Nothing Resolved

by MW Cook

     Here is my list of this New Year’s resolutions:

     As you can tell, my chances for success are high.

     I don’t do resolutions. Historically, they have hurt my chances of doing the things I want to do.

     Here’s what usually happens to people like me: At the dawn of a new year, I write up an admirable list of things I want to accomplish. Stuff about getting into shape, producing something creative and reaching some spiritual milestone. I make an action plan, tell my friends, print some motivational posters and am sprinting off the blocks.

     It goes well for a few weeks. Then, in a sudden, dark moment, I stop caring. I fail once.

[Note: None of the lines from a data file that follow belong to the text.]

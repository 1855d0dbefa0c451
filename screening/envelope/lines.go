package envelope

import (
	"cmp"
	"errors"
	"fmt"
	"math"
	"slices"
	"sync"

	"github.com/trussfleet/trussfleet/screening/analysis"
)

// Lines are the influence lines of one truss's members, prepared for moving loads in both
// directions. Build them once per truss with NewLines and sweep any number of trains over
// them; they are read-only afterwards and safe for concurrent use.
type Lines struct {
	x0, xl float64
	m      int
	// ord[i] are member i's ordinates at x.
	x   []float64
	ord [][]float64
	// dir[0] is the truss as given (trains running left to right); dir[1] its mirror image,
	// on which a train running right to left is swept as if it ran left to right.
	dir [2]direction
	// mirror, when the truss is its own mirror image (see mirrorOf), maps each member i to a
	// member whose line, as given, is i's line in the mirror image: a train running right to
	// left does to member i what it does, running left to right, to member mirror[i].
	mirror []int32
}

type direction struct {
	x   []float64
	ord [][]float64
	// plain has the panel points: enough for axles and whole distributed parts. The mirror
	// image's is built on first use, as a truss that is its own mirror image never needs it.
	plainOnce sync.Once
	plain     *grid
	// refined adds every member's zero crossings, for parts applied by sign and uniform
	// loads. Most trains never need it, so it is built on first use (once, also when several
	// goroutines sweep the same Lines).
	refinedOnce sync.Once
	refined     *grid
}

// plainGrid is direction d's grid of the panel points.
func (l *Lines) plainGrid(d int) *grid {
	dr := &l.dir[d]
	dr.plainOnce.Do(func() { dr.plain = newGrid(dr.x, dr.ord, false) })
	return dr.plain
}

// refinedGrid is direction d's refined grid, built on first use.
func (l *Lines) refinedGrid(d int) *grid {
	dr := &l.dir[d]
	dr.refinedOnce.Do(func() {
		rx := refine(dr.x, dr.ord)
		rord := make([][]float64, l.m)
		for i, o := range dr.ord {
			rord[i] = make([]float64, len(rx))
			for j, xv := range rx {
				rord[i][j] = analysis.Interpolate(dr.x, o, xv)
			}
		}
		dr.refined = newGrid(rx, rord, true)
		dr.refined.takeKinks(l.plainGrid(d))
	})
	return dr.refined
}

// takeKinks gives a refined grid the kinks of the plain grid p: a vertex the refined grid adds
// (a zero crossing) is a straight point of every line, and the slope changes at the panel
// points are those of the lines as given, not those of the interpolated ordinates, whose short
// segments' slopes carry rounding. So the kinks' slope changes sum as the plain grid's do, and
// a curvature built from them by sweepSparse returns to zero where the line ends; filtered
// noise would stay in it and grow with the square of the train's length.
func (g *grid) takeKinks(p *grid) {
	g.kinkStart = make([]int32, len(g.x)+1)
	g.kinkMember, g.kinkSlope = nil, nil
	k := 0
	for j, xv := range g.x {
		if k < len(p.x) && p.x[k] == xv {
			lo, hi := p.kinkStart[k], p.kinkStart[k+1]
			g.kinkMember = append(g.kinkMember, p.kinkMember[lo:hi]...)
			g.kinkSlope = append(g.kinkSlope, p.kinkSlope[lo:hi]...)
			k++
		}
		g.kinkStart[j+1] = int32(len(g.kinkMember))
	}
	if k != len(p.x) {
		panic("envelope: a refined grid lost a panel point")
	}
}

// grid holds, for every vertex j and member i (index j*m+i), how the influence line changes
// as a point moves rightwards across the vertex: its jump in value (non-zero only at the
// ends, where the line drops to zero outside the span) and its change of slope. For the
// refined grid, the same for the line's positive part (eta⁺ = max(eta, 0)) and negative part,
// and the running extremes of the line's integral that a load cut at the unfavourable length
// needs.
type grid struct {
	x           []float64
	eta         []float64 // ordinates at x
	jump, slope []float64
	endJumps    bool // some line is non-zero at a bearing
	// The entries of slope that are not rounding noise, by vertex (at the bearings, all):
	// vertex j's are kinkMember[kinkStart[j]:kinkStart[j+1]], with their slope changes in
	// kinkSlope.
	kinkStart  []int32
	kinkMember []int32
	kinkSlope  []float64
	// refined grid only
	jumpPos, slopePos, jumpNeg, slopeNeg []float64
	area                                 []float64 // integral E(x_j) of the line from x0
	dropMin, dropMax                     []float64 // fall of min(0, min E(x_k≤j)) at j, rise of the max
	dropMinAt, dropMaxAt                 byVertex  // their non-zero entries (sweepSparse)
	argMin, argMax                       []int32   // k attaining that min (max); -1 for 0 (beyond the left bearing)
	areaNet, areaPos, areaNeg            []float64 // per member
}

// NewLines prepares the influence lines of a truss: x are the deck panel points (m,
// strictly ascending, at least two), ordinates[i][j] member i's force (tension positive) per
// unit downward load at x[j]. Each line is linear between the given points and zero outside
// [x[0], x[last]]. The inputs are copied, not kept.
func NewLines(x []float64, ordinates [][]float64) (*Lines, error) {
	n := len(x)
	if n < 2 {
		return nil, fmt.Errorf("influence lines: need at least two panel points, got %d", n)
	}
	for j := 1; j < n; j++ {
		if !(x[j] > x[j-1]) || math.IsInf(x[j], 0) || math.IsNaN(x[j-1]) {
			return nil, fmt.Errorf("influence lines: panel points must ascend strictly, x[%d] = %v after %v", j, x[j], x[j-1])
		}
	}
	if len(ordinates) == 0 {
		return nil, errors.New("influence lines: no members")
	}
	// Members, vertices and kinks are indexed in 32 bits (the mirror table, the kink lists,
	// the vertices attaining a running extreme), on the refined grid too, which adds at most
	// one vertex per member and panel (a zero crossing): refuse lines whose worst case does
	// not fit, rather than let an index wrap. Real trusses stay far below (a few hundred
	// members and panel points give some 10^7).
	m := float64(len(ordinates))
	if worst := (float64(n) + m*float64(n-1)) * m; worst > math.MaxInt32 {
		return nil, fmt.Errorf("influence lines: %d members at %d panel points could need %.0f entries on the refined grid, more than the limit of %d", len(ordinates), n, worst, math.MaxInt32)
	}
	for i, o := range ordinates {
		if len(o) != n {
			return nil, fmt.Errorf("influence lines: member %d has %d ordinates for %d panel points", i, len(o), n)
		}
		for j, v := range o {
			if math.IsNaN(v) || math.IsInf(v, 0) {
				return nil, fmt.Errorf("influence lines: member %d ordinate %d is %v", i, j, v)
			}
		}
	}
	l := &Lines{x0: x[0], xl: x[n-1], m: len(ordinates), x: slices.Clone(x)}
	for _, o := range ordinates {
		l.ord = append(l.ord, slices.Clone(o))
	}
	mx := make([]float64, n)
	mord := make([][]float64, l.m)
	for j := range x {
		mx[j] = l.x0 + l.xl - x[n-1-j]
	}
	for i, o := range l.ord {
		mo := make([]float64, n)
		for j := range o {
			mo[j] = o[n-1-j]
		}
		mord[i] = mo
	}
	l.dir[0].x, l.dir[0].ord = l.x, l.ord
	l.dir[1].x, l.dir[1].ord = mx, mord
	l.plainGrid(0)
	l.mirror = mirrorOf(l.dir[0].x, l.dir[0].ord, mx, mord)
	return l, nil
}

// mirrorTol is how closely a truss must be its own mirror image for one direction's sweep
// to stand for the other's: panel points within 1e-9 of the span, ordinates within 1e-9 of
// the largest ordinate. A force taken from the mirror member then differs from the one the
// other direction's sweep would give by less than 1e-9 of the largest it could be, far below
// any digit a screening reports, while influence lines computed for a symmetric truss agree
// with their mirror images to rounding (about 1e-14).
const mirrorTol = 1e-9

// mirrorOf maps each member i to a member j whose line ord[j] matches i's mirrored line
// mord[i], when the panel points x are symmetric (mx, the mirrored points, match them) and
// every member has such a match; otherwise nil. Several members may share a match (equal
// lines, such as zero-force members), which is as good.
//
// Candidates are found by the lines' first moments about x's first index (a mirrored line's
// is that of its match) in a sorted list, then checked ordinate by ordinate.
func mirrorOf(x []float64, ord [][]float64, mx []float64, mord [][]float64) []int32 {
	n := len(x)
	span := x[n-1] - x[0]
	for j := range x {
		if math.Abs(mx[j]-x[j]) > mirrorTol*span {
			return nil
		}
	}
	scale := 0.0
	for _, o := range ord {
		for _, v := range o {
			scale = max(scale, math.Abs(v))
		}
	}
	tol := mirrorTol * max(scale, math.SmallestNonzeroFloat64)
	moment := func(o []float64) float64 {
		s := 0.0
		for k, v := range o {
			s += float64(k) * v
		}
		return s
	}
	type keyed struct {
		key float64
		i   int32
	}
	keys := make([]keyed, len(ord))
	for i, o := range ord {
		keys[i] = keyed{moment(o), int32(i)}
	}
	slices.SortFunc(keys, func(a, b keyed) int { return cmp.Compare(a.key, b.key) })
	// Matching lines differ by at most tol at each point, so their moments by at most
	// tol·n(n-1)/2 (and a little rounding).
	keyTol := tol*float64(n*n) + 1e-12*scale*float64(n*n)
	mirror := make([]int32, len(ord))
	for i, mo := range mord {
		want := moment(mo)
		k, _ := slices.BinarySearchFunc(keys, want-keyTol, func(a keyed, t float64) int { return cmp.Compare(a.key, t) })
		found := false
		for ; k < len(keys) && keys[k].key <= want+keyTol; k++ {
			if linesMatch(ord[keys[k].i], mo, tol) {
				mirror[i], found = keys[k].i, true
				break
			}
		}
		if !found {
			return nil
		}
	}
	return mirror
}

func linesMatch(a, b []float64, tol float64) bool {
	for k := range a {
		if math.Abs(a[k]-b[k]) > tol {
			return false
		}
	}
	return true
}

// Members is the number of influence lines.
func (l *Lines) Members() int { return l.m }

// SpanM is the length over which the lines are non-zero, x[last] - x[0].
func (l *Lines) SpanM() float64 { return l.xl - l.x0 }

// refine adds every member's zero crossings to the panel points, so that each line's positive
// and negative parts are linear between the refined points too.
func refine(x []float64, ord [][]float64) []float64 {
	out := slices.Clone(x)
	tiny := 1e-12 * (x[len(x)-1] - x[0])
	for _, o := range ord {
		for k := 0; k+1 < len(x); k++ {
			a, b := o[k], o[k+1]
			if a*b < 0 {
				xc := x[k] + (x[k+1]-x[k])*a/(a-b)
				if xc-x[k] > tiny && x[k+1]-xc > tiny {
					out = append(out, xc)
				}
			}
		}
	}
	slices.Sort(out)
	return slices.CompactFunc(out, func(a, b float64) bool { return math.Abs(b-a) <= tiny })
}

func newGrid(x []float64, ord [][]float64, refined bool) *grid {
	n, m := len(x), len(ord)
	g := &grid{x: x, eta: make([]float64, n*m)}
	for i, o := range ord {
		for j, v := range o {
			g.eta[j*m+i] = v
		}
	}
	g.jump, g.slope = changes(x, ord, func(v float64) float64 { return v })
	g.endJumps = slices.ContainsFunc(g.jump, func(v float64) bool { return v != 0 })
	if !refined { // a refined grid takes the plain grid's kinks (takeKinks)
		g.findKinks(x, ord)
	}
	g.areaNet = make([]float64, m)
	g.areaPos = make([]float64, m)
	g.areaNeg = make([]float64, m)
	for i, o := range ord {
		g.areaPos[i], g.areaNeg[i] = analysis.Areas(x, o)
		g.areaNet[i] = g.areaPos[i] + g.areaNeg[i]
	}
	if !refined {
		return g
	}
	// On the refined grid every zero crossing is a vertex, so the clipped lines are exact.
	g.jumpPos, g.slopePos = changes(x, ord, func(v float64) float64 { return max(v, 0) })
	g.jumpNeg, g.slopeNeg = changes(x, ord, func(v float64) float64 { return min(v, 0) })
	g.area = make([]float64, n*m)
	g.dropMin, g.dropMax = make([]float64, n*m), make([]float64, n*m)
	g.argMin, g.argMax = make([]int32, n*m), make([]int32, n*m)
	for i, o := range ord {
		e, lo, hi := 0.0, 0.0, 0.0
		argLo, argHi := int32(-1), int32(-1)
		for j := range x {
			if j > 0 {
				e += (o[j-1] + o[j]) / 2 * (x[j] - x[j-1])
			}
			g.area[j*m+i] = e
			if e < lo {
				g.dropMin[j*m+i] = lo - e
				lo, argLo = e, int32(j)
			}
			if e > hi {
				g.dropMax[j*m+i] = hi - e
				hi, argHi = e, int32(j)
			}
			g.argMin[j*m+i], g.argMax[j*m+i] = argLo, argHi
		}
	}
	g.dropMinAt, g.dropMaxAt = nonZero(g.dropMin, n, m), nonZero(g.dropMax, n, m)
	return g
}

// findKinks lists the grid's kinks: by vertex, the members whose line's slope changes there.
// A line straight through a vertex gives a slope change of rounding noise there, not zero;
// below 1e-12 of the steepest slope its ordinates could make over the panels beside the
// vertex, it is taken as none (which moves a force by at most 1e-12 of the largest it could
// be, times the span over the shorter of those panels: far below anything a truss's panel
// lengths make visible). The last bearing's change is the negative of the others' sum, so
// that a member's slope changes sum to zero exactly as the line's do: a slope, or a curvature
// that a distributed part builds from them (sweepSparse), returns to zero once the load has
// passed, whatever noise was left out.
func (g *grid) findKinks(x []float64, ord [][]float64) {
	n, m := len(x), len(ord)
	big := make([]float64, m)
	for i, o := range ord {
		for _, v := range o {
			big[i] = max(big[i], math.Abs(v))
		}
	}
	sum := make([]float64, m)
	g.kinkStart = make([]int32, n+1)
	for j := range n {
		inv := 0.0 // the steepest slope per unit ordinate over the panels beside vertex j
		if j > 0 {
			inv = max(inv, 1/(x[j]-x[j-1]))
		}
		if j+1 < n {
			inv = max(inv, 1/(x[j+1]-x[j]))
		}
		for i, d := range g.slope[j*m : j*m+m] {
			if j == n-1 {
				d = -sum[i]
			}
			if math.Abs(d) > 1e-12*big[i]*inv || j == 0 || j == n-1 {
				g.kinkMember = append(g.kinkMember, int32(i))
				g.kinkSlope = append(g.kinkSlope, d)
				sum[i] += d
			}
		}
		g.kinkStart[j+1] = int32(len(g.kinkMember))
	}
}

// byVertex lists, vertex by vertex, the members with a non-zero entry of some per-vertex,
// per-member quantity: vertex j's are member[start[j]:start[j+1]], with their values.
type byVertex struct {
	start  []int32
	member []int32
	value  []float64
}

// nonZero gives the non-zero entries of v (index j*m+i) by vertex.
func nonZero(v []float64, n, m int) byVertex {
	b := byVertex{start: make([]int32, n+1)}
	for j := range n {
		for i, d := range v[j*m : j*m+m] {
			if d != 0 {
				b.member = append(b.member, int32(i))
				b.value = append(b.value, d)
			}
		}
		b.start[j+1] = int32(len(b.member))
	}
	return b
}

// changes gives, at each vertex, the jump in value and the change in slope of f(eta) as a
// point crosses the vertex rightwards, the line being zero outside [x0, xl].
func changes(x []float64, ord [][]float64, f func(float64) float64) (jump, slope []float64) {
	n, m := len(x), len(ord)
	jump, slope = make([]float64, n*m), make([]float64, n*m)
	for i, o := range ord {
		left := 0.0
		for j := range x {
			right := 0.0
			if j+1 < n {
				right = (f(o[j+1]) - f(o[j])) / (x[j+1] - x[j])
			}
			slope[j*m+i] = right - left
			left = right
		}
		jump[i] = f(o[0])
		jump[(n-1)*m+i] = -f(o[n-1])
	}
	return jump, slope
}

     I remember the failure the next day. I still know how it tastes and I cannot shake the knowledge that I failed my resolution. I keep trying for a while, but it’s tainted now. By March, it’s all a memory.

     So I stopped making resolutions. Instead, I create habits.

     Habits grow naturally if you cultivate them. Resolutions, like stone walls, tend to crack.

     To write a book, I don’t sit down and resolve to do it. Instead, I habitually write.

     It started slow. First I’d write a couple times a month. I was never bothered that I didn’t write more because I had not resolved anything. There was no standard to give me guilt. After a while, I was writing a couple times a week. Now I write every single day. The habit has formed. There was no need for resolutions. In fact, had I made resolutions, I would have been depressed in the beginning that I was only writing a few times a month. And that would have weakened my resolve and the goal might have died.

     I generally succeed in the things I want to succeed at. And that’s a special thing. Because most people just dream of the things they want to have in their lives.

     Each and every second is new. January 1st is a date we made up. We might as well call April 16th at 4:34pm the new year. Your new start is whenever you want it to be. Make a new habit.